I am now 30 weeks pregnant. It feels like 300 weeks haha. I’m excited for the birth. That’s what makes us surrogates a little weird I think. We look forward to something most people fear.
But we look forward to the birth because it is so exciting for the parents! This has been 18 months of hard work and we can’t wait for that moment when they get to hold their child for the first time. Oh the emotions!
My doctor wants to induce me in the 39th week. According to WHO research, they have determined that pregnancies are not as safe for the baby to continue past 40 weeks. I have delivered all of my previous pregnancies at 41 weeks when I’ve gone into spontaneous labor.
I’m a bit nervous about getting induced. I try to take a more natural approach to things and I don’t want to force something early that’s not ready. My IFs feel pretty similarly. Obviously our doctor said she can only make recommendations and it’s up to us to decide what to do. We’re going to decide when it gets closer.

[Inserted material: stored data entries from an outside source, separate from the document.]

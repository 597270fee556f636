// Changing one part's value by its ref, as one undoable command (the JFET bias panel's Apply).
#pragma once

#include <memory>
#include <string>

#include "netcheck/edit/command.hpp"
#include "netcheck/model/board.hpp"

namespace stripsmith {

/// A command that sets the value of the on-board part `ref`, labelled `label`; null when the
/// board has no such part.
std::unique_ptr<netcheck::edit::Command> setPartValue(const netcheck::Board& board,
                                                      const std::string& ref,
                                                      const std::string& value,
                                                      std::string label);

}  // namespace stripsmith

My IFs are coming to Minnesota at about week 37/38. They are staying in Minneapolis and have rented a pretty trendy condo. I can’t wait to see it and I’m soooo excited to see them again!

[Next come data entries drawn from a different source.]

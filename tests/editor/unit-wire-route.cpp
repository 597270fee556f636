// Flying wires on the canvas: on every sample each wire leaves the board at the edge nearest its
// hole, stays off the board after that, and passes through no lug or pin it does not end on.
// Checked on the drawn path with plain geometry, independent of how the path is made.
#include <doctest/doctest.h>

#include <algorithm>
#include <cmath>
#include <string>
#include <vector>

#include "../test_support.hpp"
#include "editor/canvas/offboard_layout.hpp"
#include "editor/canvas/wire_route.hpp"
#include "netcheck/file/board_file.hpp"

using namespace stripsmith;

namespace {

using test_support::readSample;

// A lug is drawn 0.28 pitch round, a lead end 0.17, a chip's pin 0.2 square: a wire nearer
// than this to one looks joined to it.
constexpr float kLugClear = 0.35f;
constexpr float kPinClear = 0.3f;

float distanceToSegment(ImVec2 p, ImVec2 a, ImVec2 b) {
    const float dx = b.x - a.x, dy = b.y - a.y, len2 = dx * dx + dy * dy;
    const float t = len2 > 0 ? std::clamp(((p.x - a.x) * dx + (p.y - a.y) * dy) / len2, 0.0f, 1.0f) : 0.0f;
    return std::hypot(a.x + t * dx - p.x, a.y + t * dy - p.y);
}

bool same(ImVec2 a, ImVec2 b) { return std::fabs(a.x - b.x) < 1e-4f && std::fabs(a.y - b.y) < 1e-4f; }

/// Length of the segment a-b inside the rectangle [0, w] x [0, h] (clipped, Liang-Barsky).
float lengthInside(ImVec2 a, ImVec2 b, float w, float h) {
    float t0 = 0, t1 = 1;
    const float dx = b.x - a.x, dy = b.y - a.y;
    const float p[4] = {-dx, dx, -dy, dy}, q[4] = {a.x, w - a.x, a.y, h - a.y};
    for (int i = 0; i < 4; ++i) {
        if (p[i] == 0) {
            if (q[i] < 0) return 0;
            continue;
        }
        const float r = q[i] / p[i];
        if (p[i] < 0) t0 = std::max(t0, r);
        else t1 = std::min(t1, r);
    }
    return t1 > t0 ? (t1 - t0) * std::hypot(dx, dy) : 0.0f;
}

/// Distance from a hole's centre to the nearest board edge, and which edge ('L','R','T','B').
std::pair<float, char> nearestEdgeOf(const netcheck::Board& board, netcheck::Hole h) {
    const float x = h.col + 0.5f, y = h.row + 0.5f;
    const std::pair<float, char> edges[4] = {{static_cast<float>(board.cols) - x, 'R'},
                                             {x, 'L'},
                                             {static_cast<float>(board.rows) - y, 'B'},
                                             {y, 'T'}};
    return *std::min_element(std::begin(edges), std::end(edges),
                             [](auto a, auto b) { return a.first < b.first; });
}

/// Which edge the path from a hole first crosses going out.
char edgeCrossed(const netcheck::Board& board, const std::vector<ImVec2>& path) {
    const float w = static_cast<float>(board.cols), h = static_cast<float>(board.rows);
    for (ImVec2 p : path) {
        if (p.x > w) return 'R';
        if (p.x < 0) return 'L';
        if (p.y > h) return 'B';
        if (p.y < 0) return 'T';
    }
    return '?';
}

struct Problems {
    int throughLug = 0, throughPin = 0, wrongEdge = 0, backOverBoard = 0;
    int total() const { return throughLug + throughPin + wrongEdge + backOverBoard; }
};

void checkWire(const netcheck::Board& board, const std::vector<OffboardSpot>& spots,
               std::size_t index, Problems& problems) {
    const netcheck::Wire& wire = board.wires[index];
    const std::vector<ImVec2> path = wireRoute(board, spots, wire, index);
    REQUIRE(path.size() >= 2);
    const auto from = endpointPosition(board, spots, wire.from);
    const auto to = endpointPosition(board, spots, wire.to);
    REQUIRE((from && to));
    CHECK(same(path.front(), *from));
    CHECK(same(path.back(), *to));
    auto passes = [&](ImVec2 c, float clear) {
        if (same(c, *from) || same(c, *to)) return false;
        for (std::size_t i = 1; i < path.size(); ++i)
            if (distanceToSegment(c, path[i - 1], path[i]) < clear) return true;
        return false;
    };
    for (const OffboardSpot& spot : spots)
        for (ImVec2 lug : spot.lugs) problems.throughLug += passes(lug, kLugClear);
    for (const auto& part : board.parts)
        for (const auto& pin : part.pins)
            problems.throughPin += passes({pin.hole.col + 0.5f, pin.hole.row + 0.5f}, kPinClear);
    // Out at the nearest edge, and no more on the board than the way out from each hole end.
    float allowed = 0;
    const float w = static_cast<float>(board.cols), h = static_cast<float>(board.rows);
    if (wire.from.isHole()) {
        const auto [reach, edge] = nearestEdgeOf(board, *wire.from.hole);
        allowed += reach + 0.75f;  // the way out runs along a gap half a pitch off the hole
        problems.wrongEdge += edgeCrossed(board, path) != edge;
    }
    if (wire.to.isHole()) {
        const auto [reach, edge] = nearestEdgeOf(board, *wire.to.hole);
        allowed += reach + 0.75f;
        problems.wrongEdge += edgeCrossed(board, {path.rbegin(), path.rend()}) != edge;
    }
    float inside = 0;
    for (std::size_t i = 1; i < path.size(); ++i) inside += lengthInside(path[i - 1], path[i], w, h);
    problems.backOverBoard += inside > allowed + 1e-3f;
}

}  // namespace

TEST_CASE("wire routes: every sample's wires leave by the nearest edge, clear of lugs and pins") {
    const auto files = test_support::sourceFiles("samples", ".board.json");
    REQUIRE(files.size() >= 10);
    int wires = 0, total = 0;
    for (const std::string& file : files) {
        const netcheck::Board board = readSample(file);
        const auto spots = layoutOffboard(board);
        Problems problems;
        for (std::size_t i = 0; i < board.wires.size(); ++i) checkWire(board, spots, i, problems);
        wires += static_cast<int>(board.wires.size());
        MESSAGE(file << ": through a lug " << problems.throughLug << ", through a pin "
                     << problems.throughPin << ", wrong edge " << problems.wrongEdge
                     << ", back over the board " << problems.backOverBoard);
        CHECK(problems.total() == 0);
        total += problems.total();
    }
    MESSAGE(wires << " wires, " << total << " problems");
    CHECK(wires >= 20);
}

TEST_CASE("wire routes: round the board to a part placed on the far side, and hole to hole") {
    netcheck::Board board;
    board.rows = 10;
    board.cols = 20;
    board.parts.push_back({"R1", "resistor", "1k", {{"1", {4, 17}}, {"2", {4, 19}}}, {}});
    netcheck::OffboardPart pot{"VR1", "pot", "10k", {"1", "2", "3"}, {}};
    board.offboard.push_back(placedAt(pot, {-9.0f, 2.0f}));  // left of the board
    netcheck::Wire toPot;
    toPot.from = netcheck::Endpoint::atHole({5, 18});  // nearest the right edge
    toPot.to = netcheck::Endpoint::atLug({"VR1", "2"});
    netcheck::Wire across;
    across.from = netcheck::Endpoint::atHole({1, 2});   // nearest the top edge
    across.to = netcheck::Endpoint::atHole({8, 17});    // nearest the bottom edge
    board.wires = {toPot, across};
    const auto spots = layoutOffboard(board);
    Problems problems;
    for (std::size_t i = 0; i < board.wires.size(); ++i) checkWire(board, spots, i, problems);
    CHECK(problems.throughLug == 0);
    CHECK(problems.throughPin == 0);
    CHECK(problems.wrongEdge == 0);
    CHECK(problems.backOverBoard == 0);
    // The straight line the canvas drew before fails the same checks: it crosses the board.
    CHECK(lengthInside({18.5f, 5.5f}, spots[0].lugs[1], 20, 10) > 10.0f);
}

I decided to gift them a newborn photography session. This will be a surprise. I searched high and low for the perfect photographer and finally found her. She specializes in creating intimate images that really capture the emotion of the parents. I hope they love it.
I’m trying to decide if I want to do a maternity photo shoot. I’ve never done one before. Have you? Part of me feels it’s a bit silly to waste so much money on pictures of yourself. Then the other part looks at other people’s beautiful images and I want one of my own. This might be my last pregnancy so it might be a now or never situation!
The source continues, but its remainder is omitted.